Bronchial wall thickening. CT scan in cigarette smoker demonstrates marked thickening of segmental and subsegmental airways but no emphysema.

Figure 12:

Widespread small centrilobular nodules. Centrilobular nodules (circled) in cigarette smoker are suggestive of respiratory bronchiolitis. Mild CLE and PSE are also present.

Figure 13a:

Gas trapping at expiratory CT. (a) Inspiratory and (b) expiratory CT scans in patient with severe airway obstruction (GOLD stage III) but only minimal emphysema. Lung attenuation fails to increase on expiratory scan, which is indicative of diffuse gas trapping owing to small airway obstruction.

Figure 13b:

Gas trapping at expiratory CT. (a) Inspiratory and (b) expiratory CT scans in patient with severe airway obstruction (GOLD stage III) but only minimal emphysema.
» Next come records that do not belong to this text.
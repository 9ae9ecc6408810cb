import { describe, expect, it } from "vitest";
import fc from "fast-check";
import {
  PASSWORD_MAX_LENGTH,
  changePasswordInput,
  idleMinutesFor,
  newPassword,
  passwordProblem,
  resetPasswordInput,
  safeNextPath,
} from "@coldtrail/core";
import { productionSettingProblems } from "../../apps/web/src/lib/env-check";
import { API_CSP, COMMON_SECURITY_HEADERS, pageCsp } from "../../apps/web/src/lib/security-headers";

const ORIGIN = "https://app.coldtrail.example";

describe("where sign-in may send the person next", () => {
  it.each([
    ["/jobs", "/jobs"],
    ["/jobs/12?tab=history#amendments", "/jobs/12?tab=history#amendments"],
    ["/admin/people", "/admin/people"],
    [`${ORIGIN}/findings`, "/findings"],
  ])("keeps a page of this site: %s", (next, expected) => {
    expect(safeNextPath(next, ORIGIN)).toBe(expected);
  });

  it.each([
    // Seen working against the app: browsers read a backslash or a tab as part of "//".
    ["/\\evil.example/"],
    ["/%5Cevil.example/".replace("%5C", "\\")],
    ["/\t/evil.example"],
    ["/\n/evil.example"],
    ["//evil.example"],
    ["///evil.example"],
    ["\\\\evil.example"],
    ["https://evil.example/"],
    ["http://app.coldtrail.example/"], // same host, other scheme: another origin
    ["https://app.coldtrail.example.evil.example/"],
    ["https://app.coldtrail.example@evil.example/"],
    ["javascript:alert(1)"],
    ["data:text/html,hi"],
    [" //evil.example"],
    [""],
  ])("refuses another site or scheme: %j", (next) => {
    expect(safeNextPath(next, ORIGIN)).toBe("/");
  });

  it("the query string as Next.js decodes it (%5C and %09) also lands at home", () => {
    for (const raw of ["/%5Cevil.example/", "/%09/evil.example"]) {
      const next = new URL(`${ORIGIN}/sign-in?next=${raw}`).searchParams.get("next");
      expect(safeNextPath(next, ORIGIN)).toBe("/");
    }
  });

  it("whatever it is given, the answer is a path of the same origin", () => {
    fc.assert(
      fc.property(fc.string({ maxLength: 40 }), (next) => {
        const out = safeNextPath(next, ORIGIN);
        expect(out.startsWith("/")).toBe(true);
        expect(new URL(out, ORIGIN).origin).toBe(ORIGIN);
      }),
      { numRuns: 300 },
    );
  });
});

describe("password policy", () => {
  it.each(["correct-lantern-gasket-orchard", "amber-evaporator-17", "Zq8#mW2!pL5@", "a quiet compressor hums by the loading dock"])(
    "accepts a strong password or pass phrase: %s",
    (p) => {
      expect(passwordProblem(p)).toBeNull();
    },
  );

  it("accepts long pass phrases, up to the maximum", () => {
    const phrase = "the receiver drier sits beside the sight glass on the liquid line ".repeat(8).trim();
    expect(phrase.length).toBeGreaterThan(256);
    expect(passwordProblem(phrase)).toBeNull();
    expect(passwordProblem("x".repeat(7) + "yz-".repeat(400))).toMatch(/at most/);
    expect(PASSWORD_MAX_LENGTH).toBeGreaterThanOrEqual(64); // Source: OWASP ASVS 4.0.3 V2.1.2 (at least 64 characters allowed)
  });

  it("refuses fewer than 12 characters", () => {
    // Source: OWASP ASVS 4.0.3 V2.1.1 (at least 12 characters)
    expect(passwordProblem("violet-gas1")).toBe("Use at least 12 characters");
    expect(passwordProblem("            ab")).toMatch(/not spaces/);
  });

  it.each([
    "password1234",
    "123456789012",
    "qwertyuiop123",
    "Password2026!",
    "P@ssw0rd2026",
    "iloveyou12345",
    "passwordpassword",
    "monkeymonkey",
    "abcabcabcabc",
    "aaaaaaaaaaaaaa",
    "abcdefghijklm",
    "987654321098",
    "1qaz2wsx3edc",
    "Summer2026!!!",
    "coldtrail-demo",
    "Coldtrail2026!",
    "letmein123456",
  ])("refuses a common or breached password, padded or disguised: %s", (p) => {
    // Source: OWASP ASVS 4.0.3 V2.1.7 (refuse breached and common passwords)
    expect(passwordProblem(p)).not.toBeNull();
  });

  it("applies wherever a password is set: reset, invitation and change of password", () => {
    expect(newPassword.safeParse("password1234").success).toBe(false);
    expect(resetPasswordInput.safeParse({ token: "a".repeat(30), password: "password1234", confirmPassword: "password1234" }).success).toBe(
      false,
    );
    const change = changePasswordInput.safeParse({
      currentPassword: "coldtrail-demo",
      password: "Summer2026!!!",
      confirmPassword: "Summer2026!!!",
    });
    expect(change.success).toBe(false);
    expect(change.error!.issues[0]!.path).toEqual(["password"]);
    expect(
      changePasswordInput.safeParse({
        currentPassword: "coldtrail-demo",
        password: "lantern-gasket-orchard",
        confirmPassword: "lantern-gasket-orchard",
      }).success,
    ).toBe(true);
  });
});

describe("idle timeout by role", () => {
  const settings = { officers: 30, others: 90 };
  it("owners and compliance officers get the officers' timeout, even with another role beside it", () => {
    expect(idleMinutesFor(["owner"], settings)).toBe(30);
    expect(idleMinutesFor(["technician", "compliance_officer"], settings)).toBe(30);
  });
  it("managers, technicians and inspectors get the other one", () => {
    expect(idleMinutesFor(["branch_manager"], settings)).toBe(90);
    expect(idleMinutesFor(["technician"], settings)).toBe(90);
    expect(idleMinutesFor(["inspector"], settings)).toBe(90);
  });
});

describe("production refuses development settings", () => {
  const good = {
    NEXTAUTH_URL: "https://app.kestrelmoor.example",
    NEXTAUTH_SECRET: "k3Lr9vQ2xW8mT5nB7cY1zA4dF6gH0jPqRsUvWxYz",
    SMTP_HOST: "smtp.kestrelmoor.example",
    S3_ENDPOINT: "https://objects.kestrelmoor.example",
    S3_ACCESS_KEY_ID: "AKIDEXAMPLEKESTREL",
    S3_SECRET_ACCESS_KEY: "s3cr3t-from-the-provider-0123456789",
  };

  it("starts with real settings", () => {
    expect(productionSettingProblems(good)).toEqual([]);
  });

  it.each([
    [
      "NEXTAUTH_SECRET",
      { NEXTAUTH_SECRET: "coldtrail-local-development-secret-not-for-production" },
      /NEXTAUTH_SECRET is the public development secret/,
    ],
    [
      "NEXTAUTH_SECRET",
      { NEXTAUTH_SECRET: "e2e-only-secret-not-for-production-0123456789" },
      /NEXTAUTH_SECRET is the public development secret/,
    ],
    ["NEXTAUTH_SECRET", { NEXTAUTH_SECRET: "short" }, /NEXTAUTH_SECRET must be at least 32/],
    ["NEXTAUTH_SECRET", { NEXTAUTH_SECRET: undefined }, /NEXTAUTH_SECRET is not set/],
    ["NEXTAUTH_URL", { NEXTAUTH_URL: "http://app.kestrelmoor.example" }, /NEXTAUTH_URL must start with https/],
    ["NEXTAUTH_URL", { NEXTAUTH_URL: "https://127.0.0.1:3000" }, /NEXTAUTH_URL points at this machine/],
    ["NEXTAUTH_URL", { NEXTAUTH_URL: undefined }, /NEXTAUTH_URL is not set/],
    ["SMTP_HOST", { SMTP_HOST: "127.0.0.1" }, /SMTP_HOST is 127\.0\.0\.1, the local mail fake/],
    ["SMTP_HOST", { SMTP_HOST: "localhost" }, /SMTP_HOST is localhost/],
    ["SMTP_HOST", { SMTP_HOST: undefined }, /SMTP_HOST is not set/],
    ["S3_ENDPOINT", { S3_ENDPOINT: "http://127.0.0.1:4569" }, /S3_ENDPOINT is .* the local storage fake/],
    ["S3_ACCESS_KEY_ID", { S3_ACCESS_KEY_ID: "S3RVER" }, /S3_ACCESS_KEY_ID is the local storage fake's credential/],
    ["S3_SECRET_ACCESS_KEY", { S3_SECRET_ACCESS_KEY: "S3RVER" }, /S3_SECRET_ACCESS_KEY is the local storage fake's credential/],
  ])("refuses a development value of %s and names it", (_name, change, message) => {
    const problems = productionSettingProblems({ ...good, ...change });
    expect(problems).toHaveLength(1);
    expect(problems[0]).toMatch(message);
  });

  it("the development defaults together are refused one setting at a time", () => {
    const problems = productionSettingProblems({
      NEXTAUTH_URL: "http://127.0.0.1:3000",
      NEXTAUTH_SECRET: "coldtrail-local-development-secret-not-for-production",
      SMTP_HOST: "127.0.0.1",
      S3_ENDPOINT: "http://127.0.0.1:4569",
      S3_ACCESS_KEY_ID: "S3RVER",
      S3_SECRET_ACCESS_KEY: "S3RVER",
    });
    expect(problems.map((p) => p.split(" ")[0])).toEqual([
      "NEXTAUTH_URL",
      "NEXTAUTH_SECRET",
      "SMTP_HOST",
      "S3_ENDPOINT",
      "S3_ACCESS_KEY_ID",
      "S3_SECRET_ACCESS_KEY",
    ]);
  });
});

describe("security headers", () => {
  it("the page policy allows scripts only by nonce, never inline, and no framing", () => {
    const csp = pageCsp({ nonce: "abc123==" });
    const script = csp.split("; ").find((d) => d.startsWith("script-src"))!;
    expect(script).toContain("'nonce-abc123=='");
    expect(script).not.toContain("'unsafe-inline'");
    expect(script).not.toContain("'unsafe-eval'");
    expect(csp).toContain("frame-ancestors 'none'");
    expect(csp).toContain("object-src 'none'");
    expect(csp).not.toContain("upgrade-insecure-requests");
    expect(pageCsp({ nonce: "n", https: true })).toContain("upgrade-insecure-requests");
  });

  it("API answers may not run or be framed; camera only for this site", () => {
    expect(API_CSP).toContain("default-src 'none'");
    expect(API_CSP).toContain("frame-ancestors 'none'");
    const headers = Object.fromEntries(COMMON_SECURITY_HEADERS.map((h) => [h.key, h.value]));
    expect(headers["X-Frame-Options"]).toBe("DENY");
    expect(headers["X-Content-Type-Options"]).toBe("nosniff");
    expect(headers["Permissions-Policy"]).toContain("camera=(self)");
    expect(headers["Permissions-Policy"]).toContain("microphone=()");
  });
});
Lung attenuation fails to increase on expiratory scan, which is indicative of diffuse gas trapping owing to small airway obstruction.

Figure 14:

CT-defined subtypes of COPD. Most subjects with emphysema have significant airway disease. Airway-predominant disease represents subjects with minimal or no emphysema as defined at quantitative CT (QCT ). * =There is a group of subjects without visually defined emphysema who have more than 6% of pixels less than −950 HU at quantitative CT. Further work is needed to understand the importance of this finding, and these individuals cannot currently be classified. A1AT = α1-antitrypsin.